Set out exactly every line of the entries below, starting at the line that holds "(by name) into" and stopping after the line that holds "def error_result(error: InputError)".

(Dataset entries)
================================
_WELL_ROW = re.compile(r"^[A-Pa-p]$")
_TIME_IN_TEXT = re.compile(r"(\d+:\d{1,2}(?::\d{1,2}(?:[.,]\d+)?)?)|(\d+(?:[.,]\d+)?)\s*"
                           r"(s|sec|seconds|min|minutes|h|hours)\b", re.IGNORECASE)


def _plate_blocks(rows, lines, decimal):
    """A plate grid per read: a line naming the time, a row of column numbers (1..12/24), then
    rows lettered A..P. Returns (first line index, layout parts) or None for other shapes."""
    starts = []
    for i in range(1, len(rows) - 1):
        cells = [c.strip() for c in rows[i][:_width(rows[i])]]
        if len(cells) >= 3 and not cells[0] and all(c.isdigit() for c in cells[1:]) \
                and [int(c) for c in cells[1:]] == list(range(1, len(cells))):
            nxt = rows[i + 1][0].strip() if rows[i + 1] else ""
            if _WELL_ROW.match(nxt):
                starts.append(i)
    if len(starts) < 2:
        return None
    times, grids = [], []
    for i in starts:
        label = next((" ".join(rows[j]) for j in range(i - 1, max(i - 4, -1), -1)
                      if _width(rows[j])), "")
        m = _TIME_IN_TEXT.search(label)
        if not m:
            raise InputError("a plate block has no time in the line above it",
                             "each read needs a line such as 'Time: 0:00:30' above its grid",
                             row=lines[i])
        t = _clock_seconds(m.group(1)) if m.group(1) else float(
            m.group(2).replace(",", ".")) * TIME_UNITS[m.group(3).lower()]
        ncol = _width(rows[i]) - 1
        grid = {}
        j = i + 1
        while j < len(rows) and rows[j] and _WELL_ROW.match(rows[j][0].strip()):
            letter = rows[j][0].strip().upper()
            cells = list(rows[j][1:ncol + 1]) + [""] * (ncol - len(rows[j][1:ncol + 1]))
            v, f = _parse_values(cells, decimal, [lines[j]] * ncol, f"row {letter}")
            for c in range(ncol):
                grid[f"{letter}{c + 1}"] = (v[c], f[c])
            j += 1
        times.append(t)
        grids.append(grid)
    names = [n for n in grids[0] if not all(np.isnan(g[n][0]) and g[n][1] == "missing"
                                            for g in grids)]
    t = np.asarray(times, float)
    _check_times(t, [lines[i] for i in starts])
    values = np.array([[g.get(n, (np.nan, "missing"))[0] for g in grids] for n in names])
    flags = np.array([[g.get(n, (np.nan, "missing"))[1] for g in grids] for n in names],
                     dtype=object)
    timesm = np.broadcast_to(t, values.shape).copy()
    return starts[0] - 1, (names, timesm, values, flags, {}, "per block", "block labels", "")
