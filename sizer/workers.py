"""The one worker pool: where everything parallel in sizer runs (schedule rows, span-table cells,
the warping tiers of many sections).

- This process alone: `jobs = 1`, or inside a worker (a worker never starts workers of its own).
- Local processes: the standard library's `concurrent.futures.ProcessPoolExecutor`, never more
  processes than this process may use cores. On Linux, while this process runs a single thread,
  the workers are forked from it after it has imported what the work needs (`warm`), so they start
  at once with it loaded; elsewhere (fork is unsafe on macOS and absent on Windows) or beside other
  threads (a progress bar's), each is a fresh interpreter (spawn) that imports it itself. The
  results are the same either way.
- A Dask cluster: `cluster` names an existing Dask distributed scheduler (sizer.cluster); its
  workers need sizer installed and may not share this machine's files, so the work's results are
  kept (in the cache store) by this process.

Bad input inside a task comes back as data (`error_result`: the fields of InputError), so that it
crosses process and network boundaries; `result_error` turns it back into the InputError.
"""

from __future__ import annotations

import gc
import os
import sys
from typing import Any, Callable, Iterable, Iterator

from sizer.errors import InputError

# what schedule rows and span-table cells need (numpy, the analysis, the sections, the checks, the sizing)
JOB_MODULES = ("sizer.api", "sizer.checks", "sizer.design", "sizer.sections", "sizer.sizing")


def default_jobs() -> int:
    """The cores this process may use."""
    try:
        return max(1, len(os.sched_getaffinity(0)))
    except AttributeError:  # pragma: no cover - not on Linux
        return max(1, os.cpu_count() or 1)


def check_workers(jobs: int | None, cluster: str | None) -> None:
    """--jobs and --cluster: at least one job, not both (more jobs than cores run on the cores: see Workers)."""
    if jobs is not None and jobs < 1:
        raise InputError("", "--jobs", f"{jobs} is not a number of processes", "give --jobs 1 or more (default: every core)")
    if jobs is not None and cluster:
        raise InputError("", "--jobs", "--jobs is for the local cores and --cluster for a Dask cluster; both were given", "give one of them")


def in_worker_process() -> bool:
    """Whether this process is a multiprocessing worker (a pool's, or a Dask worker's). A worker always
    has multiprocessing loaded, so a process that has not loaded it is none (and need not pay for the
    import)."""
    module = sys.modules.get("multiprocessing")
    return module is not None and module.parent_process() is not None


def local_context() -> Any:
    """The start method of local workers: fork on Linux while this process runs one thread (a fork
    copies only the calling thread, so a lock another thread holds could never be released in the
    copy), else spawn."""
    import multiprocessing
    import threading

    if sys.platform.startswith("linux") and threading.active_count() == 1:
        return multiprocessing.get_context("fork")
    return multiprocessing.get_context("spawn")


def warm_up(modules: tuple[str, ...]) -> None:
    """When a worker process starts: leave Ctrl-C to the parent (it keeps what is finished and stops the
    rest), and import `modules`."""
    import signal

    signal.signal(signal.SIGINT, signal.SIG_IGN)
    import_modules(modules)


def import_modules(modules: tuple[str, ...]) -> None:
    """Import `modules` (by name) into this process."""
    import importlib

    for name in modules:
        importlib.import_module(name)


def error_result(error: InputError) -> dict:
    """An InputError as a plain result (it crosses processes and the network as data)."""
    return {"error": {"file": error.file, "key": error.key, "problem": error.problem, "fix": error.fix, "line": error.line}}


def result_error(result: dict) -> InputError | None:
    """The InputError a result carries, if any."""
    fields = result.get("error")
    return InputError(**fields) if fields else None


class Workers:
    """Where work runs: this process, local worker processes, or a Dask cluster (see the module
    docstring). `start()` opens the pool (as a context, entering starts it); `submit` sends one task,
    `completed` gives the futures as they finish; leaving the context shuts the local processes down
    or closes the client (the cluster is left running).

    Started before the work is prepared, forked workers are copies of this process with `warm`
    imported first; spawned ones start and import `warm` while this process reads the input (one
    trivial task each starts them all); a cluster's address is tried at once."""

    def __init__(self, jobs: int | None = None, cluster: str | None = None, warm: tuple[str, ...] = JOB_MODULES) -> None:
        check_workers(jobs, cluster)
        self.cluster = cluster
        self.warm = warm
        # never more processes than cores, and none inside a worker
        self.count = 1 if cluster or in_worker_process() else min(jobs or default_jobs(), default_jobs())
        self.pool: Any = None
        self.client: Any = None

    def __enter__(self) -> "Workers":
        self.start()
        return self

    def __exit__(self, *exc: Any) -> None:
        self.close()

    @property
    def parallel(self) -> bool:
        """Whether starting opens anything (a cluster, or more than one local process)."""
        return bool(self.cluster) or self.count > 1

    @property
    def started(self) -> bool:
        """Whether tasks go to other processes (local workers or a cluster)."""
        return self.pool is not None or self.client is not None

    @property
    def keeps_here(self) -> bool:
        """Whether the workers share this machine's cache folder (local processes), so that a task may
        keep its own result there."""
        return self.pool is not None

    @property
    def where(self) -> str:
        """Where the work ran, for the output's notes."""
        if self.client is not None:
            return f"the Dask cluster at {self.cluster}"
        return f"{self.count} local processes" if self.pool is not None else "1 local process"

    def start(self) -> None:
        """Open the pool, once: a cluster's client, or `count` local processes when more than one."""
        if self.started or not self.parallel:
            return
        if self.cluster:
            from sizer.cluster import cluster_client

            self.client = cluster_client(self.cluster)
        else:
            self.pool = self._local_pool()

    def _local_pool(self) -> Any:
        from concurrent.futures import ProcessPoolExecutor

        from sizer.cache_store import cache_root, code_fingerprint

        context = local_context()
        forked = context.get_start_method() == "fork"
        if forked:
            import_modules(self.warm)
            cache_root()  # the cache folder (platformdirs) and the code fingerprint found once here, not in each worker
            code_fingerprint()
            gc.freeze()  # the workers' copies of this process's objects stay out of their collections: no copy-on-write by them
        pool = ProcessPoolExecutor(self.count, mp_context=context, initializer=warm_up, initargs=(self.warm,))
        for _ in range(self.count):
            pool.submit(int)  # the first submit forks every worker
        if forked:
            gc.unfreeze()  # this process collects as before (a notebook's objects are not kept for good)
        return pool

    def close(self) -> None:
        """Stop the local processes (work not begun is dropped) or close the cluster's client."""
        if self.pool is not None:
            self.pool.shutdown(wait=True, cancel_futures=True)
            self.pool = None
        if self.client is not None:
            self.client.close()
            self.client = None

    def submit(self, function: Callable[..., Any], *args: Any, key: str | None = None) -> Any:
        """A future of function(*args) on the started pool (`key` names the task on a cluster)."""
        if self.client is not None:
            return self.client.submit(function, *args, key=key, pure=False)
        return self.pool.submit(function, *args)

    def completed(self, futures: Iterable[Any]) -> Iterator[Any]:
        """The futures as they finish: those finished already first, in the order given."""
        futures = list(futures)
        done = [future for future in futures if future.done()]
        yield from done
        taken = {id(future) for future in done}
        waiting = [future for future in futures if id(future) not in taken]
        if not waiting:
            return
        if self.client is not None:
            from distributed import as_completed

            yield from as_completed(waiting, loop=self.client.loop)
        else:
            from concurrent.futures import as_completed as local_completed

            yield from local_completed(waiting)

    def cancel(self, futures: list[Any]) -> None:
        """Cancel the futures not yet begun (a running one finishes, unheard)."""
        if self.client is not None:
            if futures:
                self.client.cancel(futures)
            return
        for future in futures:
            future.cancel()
================================
■ **RESULT OF THE TASK**
    """Import `modules` (by name) into this process."""
    import importlib

    for name in modules:
        importlib.import_module(name)


def error_result(error: InputError) -> dict:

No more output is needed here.